■ ASSIGNMENT
The count of lines below that include the string "cannot" is the whole answer.

[MATERIAL PROVIDED — start]

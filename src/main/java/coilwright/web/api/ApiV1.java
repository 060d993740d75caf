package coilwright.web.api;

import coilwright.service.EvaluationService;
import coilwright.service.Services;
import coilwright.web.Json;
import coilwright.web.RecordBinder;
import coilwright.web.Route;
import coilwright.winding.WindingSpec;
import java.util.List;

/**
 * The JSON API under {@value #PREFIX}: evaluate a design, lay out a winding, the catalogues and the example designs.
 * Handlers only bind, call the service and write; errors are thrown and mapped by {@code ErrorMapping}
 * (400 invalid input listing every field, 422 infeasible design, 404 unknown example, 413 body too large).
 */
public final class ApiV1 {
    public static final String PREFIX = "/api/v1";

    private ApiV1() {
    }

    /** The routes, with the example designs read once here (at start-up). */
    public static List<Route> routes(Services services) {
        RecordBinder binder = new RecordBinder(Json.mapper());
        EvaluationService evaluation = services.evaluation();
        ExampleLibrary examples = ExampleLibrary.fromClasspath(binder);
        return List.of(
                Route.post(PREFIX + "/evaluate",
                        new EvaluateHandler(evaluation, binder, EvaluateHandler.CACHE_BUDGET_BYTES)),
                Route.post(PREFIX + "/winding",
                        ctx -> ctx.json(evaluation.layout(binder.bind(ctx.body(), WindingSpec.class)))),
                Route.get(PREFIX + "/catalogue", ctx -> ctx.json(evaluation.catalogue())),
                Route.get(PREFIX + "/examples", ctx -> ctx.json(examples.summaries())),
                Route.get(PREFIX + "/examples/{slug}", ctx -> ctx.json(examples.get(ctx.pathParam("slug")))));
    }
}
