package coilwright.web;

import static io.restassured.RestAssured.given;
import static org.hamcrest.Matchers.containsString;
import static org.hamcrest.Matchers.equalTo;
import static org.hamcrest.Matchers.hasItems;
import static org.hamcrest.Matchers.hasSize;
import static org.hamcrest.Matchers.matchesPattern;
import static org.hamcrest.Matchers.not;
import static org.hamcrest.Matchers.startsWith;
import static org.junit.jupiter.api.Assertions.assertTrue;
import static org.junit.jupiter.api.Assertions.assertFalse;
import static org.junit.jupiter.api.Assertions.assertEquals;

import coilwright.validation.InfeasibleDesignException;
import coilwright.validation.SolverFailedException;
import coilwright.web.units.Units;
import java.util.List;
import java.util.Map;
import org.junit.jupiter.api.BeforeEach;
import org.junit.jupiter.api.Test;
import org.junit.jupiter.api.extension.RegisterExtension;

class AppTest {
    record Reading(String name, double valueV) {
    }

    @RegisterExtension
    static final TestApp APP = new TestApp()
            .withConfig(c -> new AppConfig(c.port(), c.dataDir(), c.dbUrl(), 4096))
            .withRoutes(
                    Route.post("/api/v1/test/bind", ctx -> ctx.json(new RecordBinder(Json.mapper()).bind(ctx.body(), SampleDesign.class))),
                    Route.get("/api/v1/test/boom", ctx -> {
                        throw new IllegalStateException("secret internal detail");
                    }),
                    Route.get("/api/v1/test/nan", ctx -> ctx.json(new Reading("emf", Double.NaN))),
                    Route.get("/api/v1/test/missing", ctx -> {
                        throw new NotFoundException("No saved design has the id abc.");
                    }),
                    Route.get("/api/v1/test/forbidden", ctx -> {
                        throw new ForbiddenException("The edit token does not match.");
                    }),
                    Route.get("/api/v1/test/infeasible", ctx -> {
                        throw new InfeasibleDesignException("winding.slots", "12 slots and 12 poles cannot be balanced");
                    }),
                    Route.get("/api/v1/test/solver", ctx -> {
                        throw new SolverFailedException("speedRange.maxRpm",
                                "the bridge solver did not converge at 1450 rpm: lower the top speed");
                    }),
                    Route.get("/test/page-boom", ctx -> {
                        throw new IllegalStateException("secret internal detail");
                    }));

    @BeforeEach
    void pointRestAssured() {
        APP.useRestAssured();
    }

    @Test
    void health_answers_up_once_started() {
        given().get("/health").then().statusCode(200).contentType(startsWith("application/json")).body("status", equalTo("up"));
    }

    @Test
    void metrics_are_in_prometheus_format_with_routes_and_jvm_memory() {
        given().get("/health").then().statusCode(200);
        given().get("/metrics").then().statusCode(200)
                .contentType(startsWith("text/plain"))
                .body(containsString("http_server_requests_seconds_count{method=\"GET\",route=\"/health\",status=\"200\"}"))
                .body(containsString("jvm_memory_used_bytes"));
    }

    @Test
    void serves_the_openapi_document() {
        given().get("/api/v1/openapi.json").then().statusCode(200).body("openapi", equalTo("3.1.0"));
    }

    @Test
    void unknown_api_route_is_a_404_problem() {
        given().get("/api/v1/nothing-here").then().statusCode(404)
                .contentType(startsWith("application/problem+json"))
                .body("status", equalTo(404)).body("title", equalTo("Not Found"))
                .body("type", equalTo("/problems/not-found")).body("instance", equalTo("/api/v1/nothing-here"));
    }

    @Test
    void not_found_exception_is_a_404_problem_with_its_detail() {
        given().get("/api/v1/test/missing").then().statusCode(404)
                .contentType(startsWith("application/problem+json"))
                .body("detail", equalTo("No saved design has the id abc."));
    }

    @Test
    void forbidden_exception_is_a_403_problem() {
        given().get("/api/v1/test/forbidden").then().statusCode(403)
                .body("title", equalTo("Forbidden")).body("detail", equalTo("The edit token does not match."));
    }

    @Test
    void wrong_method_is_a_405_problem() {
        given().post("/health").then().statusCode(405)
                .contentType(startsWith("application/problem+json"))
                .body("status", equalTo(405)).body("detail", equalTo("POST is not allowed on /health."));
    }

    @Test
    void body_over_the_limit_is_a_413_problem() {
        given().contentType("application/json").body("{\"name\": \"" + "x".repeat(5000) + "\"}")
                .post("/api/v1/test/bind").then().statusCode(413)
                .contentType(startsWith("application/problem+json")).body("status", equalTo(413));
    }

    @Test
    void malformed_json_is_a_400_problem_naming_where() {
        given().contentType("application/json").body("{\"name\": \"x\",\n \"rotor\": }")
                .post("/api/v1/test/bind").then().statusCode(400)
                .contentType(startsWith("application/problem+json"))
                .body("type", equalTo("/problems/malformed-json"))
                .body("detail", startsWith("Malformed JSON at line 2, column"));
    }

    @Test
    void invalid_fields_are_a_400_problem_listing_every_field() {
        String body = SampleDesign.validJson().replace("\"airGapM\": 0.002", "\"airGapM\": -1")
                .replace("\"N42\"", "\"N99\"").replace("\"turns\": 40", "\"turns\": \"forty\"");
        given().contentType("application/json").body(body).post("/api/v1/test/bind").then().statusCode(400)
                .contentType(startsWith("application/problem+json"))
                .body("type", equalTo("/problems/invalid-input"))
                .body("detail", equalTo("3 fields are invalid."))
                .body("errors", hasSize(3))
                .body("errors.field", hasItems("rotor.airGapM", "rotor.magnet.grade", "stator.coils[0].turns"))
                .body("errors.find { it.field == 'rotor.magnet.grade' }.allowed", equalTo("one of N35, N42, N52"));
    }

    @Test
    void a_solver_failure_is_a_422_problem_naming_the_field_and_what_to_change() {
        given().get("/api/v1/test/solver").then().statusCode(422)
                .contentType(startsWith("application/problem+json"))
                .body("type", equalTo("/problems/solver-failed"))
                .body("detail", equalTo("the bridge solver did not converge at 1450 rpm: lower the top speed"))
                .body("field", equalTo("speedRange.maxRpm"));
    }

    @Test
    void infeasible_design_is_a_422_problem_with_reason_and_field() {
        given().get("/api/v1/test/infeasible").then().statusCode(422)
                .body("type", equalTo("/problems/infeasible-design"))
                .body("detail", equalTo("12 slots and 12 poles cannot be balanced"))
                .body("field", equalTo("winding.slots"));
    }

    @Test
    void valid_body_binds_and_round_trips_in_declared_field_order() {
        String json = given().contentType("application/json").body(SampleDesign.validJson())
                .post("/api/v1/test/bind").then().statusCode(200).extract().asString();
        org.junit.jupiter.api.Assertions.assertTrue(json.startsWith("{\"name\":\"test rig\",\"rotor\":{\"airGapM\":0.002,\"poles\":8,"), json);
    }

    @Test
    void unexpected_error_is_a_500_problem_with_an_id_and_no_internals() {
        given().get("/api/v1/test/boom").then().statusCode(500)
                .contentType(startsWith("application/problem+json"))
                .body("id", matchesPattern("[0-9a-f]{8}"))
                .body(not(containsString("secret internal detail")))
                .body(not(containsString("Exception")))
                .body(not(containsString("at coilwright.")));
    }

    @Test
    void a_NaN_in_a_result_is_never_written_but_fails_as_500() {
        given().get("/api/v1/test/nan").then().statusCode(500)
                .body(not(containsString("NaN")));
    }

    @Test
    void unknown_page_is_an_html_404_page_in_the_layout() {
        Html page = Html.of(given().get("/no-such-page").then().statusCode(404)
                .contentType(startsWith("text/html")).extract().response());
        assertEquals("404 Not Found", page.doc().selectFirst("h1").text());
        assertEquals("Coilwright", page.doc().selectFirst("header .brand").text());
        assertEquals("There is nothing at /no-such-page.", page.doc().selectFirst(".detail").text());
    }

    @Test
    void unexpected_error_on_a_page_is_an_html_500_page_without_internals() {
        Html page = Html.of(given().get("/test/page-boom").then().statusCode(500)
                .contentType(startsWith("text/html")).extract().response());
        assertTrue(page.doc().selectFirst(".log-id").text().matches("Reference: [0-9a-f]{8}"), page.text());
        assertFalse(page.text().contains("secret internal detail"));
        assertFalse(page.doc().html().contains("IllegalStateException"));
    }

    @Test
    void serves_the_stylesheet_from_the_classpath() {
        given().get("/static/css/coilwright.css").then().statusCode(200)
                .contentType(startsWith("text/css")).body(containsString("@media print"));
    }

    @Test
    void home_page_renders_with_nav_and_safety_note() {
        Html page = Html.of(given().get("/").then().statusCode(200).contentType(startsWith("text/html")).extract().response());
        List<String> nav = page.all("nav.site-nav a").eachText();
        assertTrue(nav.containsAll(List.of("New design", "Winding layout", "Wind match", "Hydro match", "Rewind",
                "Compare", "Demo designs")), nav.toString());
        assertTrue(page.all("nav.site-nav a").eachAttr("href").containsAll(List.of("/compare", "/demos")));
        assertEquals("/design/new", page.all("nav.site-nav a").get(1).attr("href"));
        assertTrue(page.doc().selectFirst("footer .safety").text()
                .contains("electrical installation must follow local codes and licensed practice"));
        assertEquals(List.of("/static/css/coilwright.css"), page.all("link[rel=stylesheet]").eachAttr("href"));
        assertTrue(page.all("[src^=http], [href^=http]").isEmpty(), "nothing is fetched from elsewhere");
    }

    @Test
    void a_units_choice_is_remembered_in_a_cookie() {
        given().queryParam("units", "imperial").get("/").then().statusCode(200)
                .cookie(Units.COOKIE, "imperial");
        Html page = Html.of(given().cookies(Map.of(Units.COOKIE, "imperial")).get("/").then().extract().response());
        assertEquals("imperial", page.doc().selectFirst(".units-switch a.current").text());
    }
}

[MATERIAL PROVIDED — finish]

■ TASK ANSWER
2